My hot take is that book piracy never helps self-published authors. Pirates have never helped a stolen book go viral ever. Not once. They don’t advertise books they’ve stolen, they’ve never generated word of mouth, they’ve never done anything measurable to help self-published authors at all, ever. Maybe wealthy, successful famous writers like Brandon Sanderson and Neil Gaiman benefit from pirates, but I sure as fuck haven’t and I don’t know anyone who has, although quite a few of the self-published writers I know write professional grade novels, like Raymond St. Elmo and Rob Gregson. I have very little money, but I never steal books. I buy them for $2.99 or less as Kindle Daily deals, Bookbub deals, BookRiot deals, or Early Bird deals.
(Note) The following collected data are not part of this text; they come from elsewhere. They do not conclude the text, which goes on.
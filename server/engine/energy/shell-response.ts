import type { HouseShell, ShellHour } from "../balance/house-losses.ts";
import { houseLosses } from "../balance/house-losses.ts";
import type { OutsideHour, ScreenPosition } from "../balance/surface-model.ts";
import { type Parabola, parabolaAt, parabolaThrough } from "./parabola.ts";

/**
 * How the surfaces of a house answer to the weather of one month: the exact balance is worked out at three outdoor
 * temperatures and followed by a parabola in between; inside temperature and absorbed sun act in proportion.
 */
export interface ShellResponse {
  referenceInsideC: number;
  lossW: Parabola;
  skyW: Parabola;
  /** Change of the loss for each kelvin the room is warmer than the reference, W/K. */
  lossPerInsideWK: number;
  /** Change of the loss for each W/m² of sun on a group, m². */
  lossPerSunM2: number[];
  /** Inner face of the largest group, °C. */
  innerFaceC: Parabola;
}

/** No air: the response is that of the surfaces alone. */
const STILL_AIR = { fansM3H: 0, leaksM3H: 0, recoveryFrac: 0 };
/** Sun used to find the effect of absorbed sun, W/m². */
const PROBE_SUN_WM2 = 200;

/**
 * Prepares the response of a shell for a month.
 * Shape: shell, inside °C, three outside hours in rising temperature, screen, whether the sun matters → response. Source [LAGRANGE].
 */
export function shellResponse(
  shell: HouseShell,
  referenceInsideC: number,
  hours: readonly [OutsideHour, OutsideHour, OutsideHour],
  screen: ScreenPosition,
  withSun = true,
): ShellResponse {
  const bare = { ...shell, floorEdgeLossWMK: 0 };
  const at = (outside: OutsideHour): ShellHour => ({ outside, screen, air: STILL_AIR, groupSunWM2: [] });
  const results = hours.map((hour) => houseLosses(bare, at(hour), referenceInsideC)) as [
    ReturnType<typeof houseLosses>,
    ReturnType<typeof houseLosses>,
    ReturnType<typeof houseLosses>,
  ];
  const temps: [number, number, number] = [hours[0].airTempC, hours[1].airTempC, hours[2].airTempC];
  const warmer = houseLosses(bare, at(hours[1]), referenceInsideC + 1);
  const largest = shell.groups.reduce(
    (best, group, index) => (group.areaM2 > (shell.groups[best]?.areaM2 ?? 0) ? index : best),
    0,
  );
  const curve = (pick: (result: ReturnType<typeof houseLosses>) => number) =>
    parabolaThrough(temps, [pick(results[0]), pick(results[1]), pick(results[2])]);
  return {
    referenceInsideC,
    lossW: curve((result) => result.totalW),
    skyW: curve((result) => result.lossesW.sky),
    lossPerInsideWK: warmer.totalW - results[1].totalW,
    lossPerSunM2: !withSun
      ? []
      : shell.groups.map((group, index) => {
          const dark = results[1].fluxes[index]?.lossWM2 ?? 0;
          const lit = group.flux(referenceInsideC, hours[1], screen, PROBE_SUN_WM2).lossWM2;
          return ((lit - dark) / PROBE_SUN_WM2) * group.areaM2;
        }),
    innerFaceC: curve((result) => result.fluxes[largest]?.faceTempsC[0] ?? referenceInsideC),
  };
}

/** Loss through the surfaces in an hour, W. Shape: response, outside °C, inside °C, sun on each group W/m² → W. Source [LAGRANGE]. */
export function responseLossW(
  response: ShellResponse,
  outdoorTempC: number,
  insideTempC: number,
  groupSunWM2: readonly number[],
): number {
  const sunW = response.lossPerSunM2.reduce(
    (sum, perSun, index) => sum + perSun * (groupSunWM2[index] ?? 0),
    0,
  );
  return (
    parabolaAt(response.lossW, outdoorTempC) +
    response.lossPerInsideWK * (insideTempC - response.referenceInsideC) +
    sunW
  );
}
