from propdb.errors import PropdbError
from propdb.levels import residual
from propdb.levels.curves import Critical, Curve, Formulation, celsius
from propdb.levels.parts import Leg, add_parts, ranking_uncertainty
from propdb.levels.policy import Policy, choose
from propdb.model.records import T_STANDARD, USABLE_STATUSES, Entry, Part, State

__all__ = ["ROOT", "Edge", "Node", "collect", "heating_edges", "leg_edge", "vapour_of"]


class Node(NamedTuple):
    """A state that entries refer to.

    ``saturated`` is "vapour" for the real vapour (phase ``fluid``), the name of a table for its anchor, else "".
    """

    phase: str
    form: str
    temperature: float
    saturated: str = ""

    def text(self) -> str:
        if self == ROOT:
            return "elements at 298.15 K"
        phase = f"{self.phase} ({self.form})" if self.form else self.phase
        if self.saturated == "vapour":
            phase = "saturated vapour"
        return f"{phase}, {celsius(self.temperature)}"


#: The elements in their reference forms at 298.15 K, 1 bar: zero of the internal scale.
ROOT = Node("elements", "", T_STANDARD)

_PHASE_ORDER = ("elements", "cr", "am", "l", "fluid", "g", "aq")


@dataclass(eq=False, slots=True)
class Edge:
    """H(end) - H(start), with the leg that says it.

    ``source`` is the leg, or a function that makes it when it is first walked: an equation of state is not loaded for a
    path that does not need it. ``size`` is the standard uncertainty for ranking [J/mol].
    """

    start: Node
    end: Node
    source: Leg | Callable[[], Leg]
    kind: str  # definition | heating | formation | transition | increment | residual | formulation
    size: float = 0.0
    status: int = 0  # Entry.place
    pin: int = 0
    rank: int = 0
    what: str = ""
    extrapolated: bool = False
    entry: str = ""

    @property
    def leg(self) -> Leg:
        """The leg, made on first use."""
        if not isinstance(self.source, Leg):
            self.source = self.source()
        return self.source

    def key(self) -> tuple[object, ...]:
        """Best first. Heating over a covered range and water's formulation always lead, so that a level is continuous.

        Then pinned sources, status, and the variance (class defaults where none is stated).
        """
        return (
            self.extrapolated,
            self.kind not in ("definition", "heating", "formulation"),
            self.pin,
            self.status,
            round(self.size, 9),
            self.rank,
            _PHASE_ORDER.index(self.end.phase),
            self.end,
            self.entry,
        )


def leg_edge(leg: Leg, start: Node, end: Node, kind: str, *, status: int = 0, pin: int = 0, rank: int = 0) -> Edge:
    """An edge whose leg is at hand."""
    return Edge(
        start,
        end,
        leg,
        kind,
        size=ranking_uncertainty(leg.parts),
        status=status,
        pin=pin,
        rank=rank,
        what=leg.what,
        extrapolated=leg.extrapolated,
        entry=leg.entry,
    )


def entry_edge(entry: Entry, start: Node, end: Node, value: float, what: str, kind: str, policy: Policy) -> Edge:
    """An edge that one constant states; ``value`` = H(end) - H(start) [J/mol]."""
    size, unit, stated = policy.standard(entry)
    part = Part(entry.id, value if unit == "%" else 1.0, size, stated)
    leg = Leg(
        what=what,
        species=entry.species,
        start=start.text(),
        end=end.text(),
        value=value,
        parts=(part,),
        entry=entry.id,
        source=entry.source,
    )
    pin = 0 if not policy.pinned or entry.source in policy.pinned else 1
    edge = leg_edge(leg, start, end, kind, status=entry.place, pin=pin, rank=policy.rank(entry))
    return replace(edge, size=max(edge.size, policy.trust(entry)))


def vapour_of(entry: Entry, temperature: float) -> Node:
    """Where a latent heat ends: at the real vapour, unless it says that it means the ideal gas."""
    if "ideal gas" in entry.conditions or "standard" in entry.conditions or "monomer" in entry.conditions:
        return Node("g", "", temperature)
    return Node("fluid", "", temperature, "vapour")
Where I come from, if you can’t afford something you simply do without it. Only an asshole steals other people’s hard work, and only the supreme being of assholes would try to justify robbing people. (ง︡’-'︠)ง
Depends on how you define stealing and ownership in the digital age.
Trust me, it’s a lot easier to pirate than deal with Amazon’s Kindle. And nobody cares about self-published authors, why do you think that @RowanCarver was complaing about in a thread earlier about how writing is useless and everyone should stop writing?
You can’t do it for others alone. I don’t care if you have other motivations. You’ve got to have an element that owns that this is for me, I am owning me.
I think that there is a pervasive movement of seeing self-published authors as less than tradiotnally published in bookweb. Especially in ficiton it seems.
Readers might see self-published and think automatically that it’s going to be a steaming pile of crap and not bother.